(Provided records Opens)

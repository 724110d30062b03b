"""Units as chemists type them: read by a strict grammar, converted with the exact factors of pint.

Text never reaches pint's own parser. It is read here as a product of known symbols with small exponents, and
pint is asked only for the factor of a known symbol, as an exact fraction. So hostile text costs nothing, and
``5 mM`` is exactly ``0.005`` mol/L on every platform. pint is loaded at the first conversion.

Written forms: ``mmol/L``, ``L/mol/s``, ``L/(mol s)``, ``mol L-1 s-1``, ``M^-1 s^-1``, ``M**-1*s**-1``,
``mol dm⁻³``, ``s.m-1`` (UCUM, where ``.`` and ``/`` bind from left to right), ``1/s``.
"""

from __future__ import annotations

import difflib
import math
import re
import unicodedata
from collections.abc import Mapping
from dataclasses import dataclass
from fractions import Fraction
from functools import cache, lru_cache
from typing import Any, NamedTuple, TypeVar

import numpy as np
from numpy.typing import NDArray

from kinetics_db.engine.unit_symbols import ALIASES, ANY_CASE, PREFIX_EXPONENT, SI, SYMBOLS, WORDS
from kinetics_db.errors import InvalidInput

Number = TypeVar("Number", float, NDArray[np.float64])

MAX_LENGTH = 60
MAX_FACTORS = 12
MAX_EXPONENT = 12

#: The units in which numbers are stored, by kind.
STORED_UNITS: Mapping[str, str] = {
    "time": "s",
    "concentration": "mol/L",
    "temperature": "K",
    "volume": "L",
    "mass": "g",
    "amount": "mol",
    "length": "m",
    "density": "g/L",
    "molar mass": "g/mol",
    "amount rate": "mol/s",
    "relative": "1",
}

(Provided records Closes)

- **Exercise brief**
Say how many lines in the listing above include "read". Give nothing but the number.

- **The answer**
2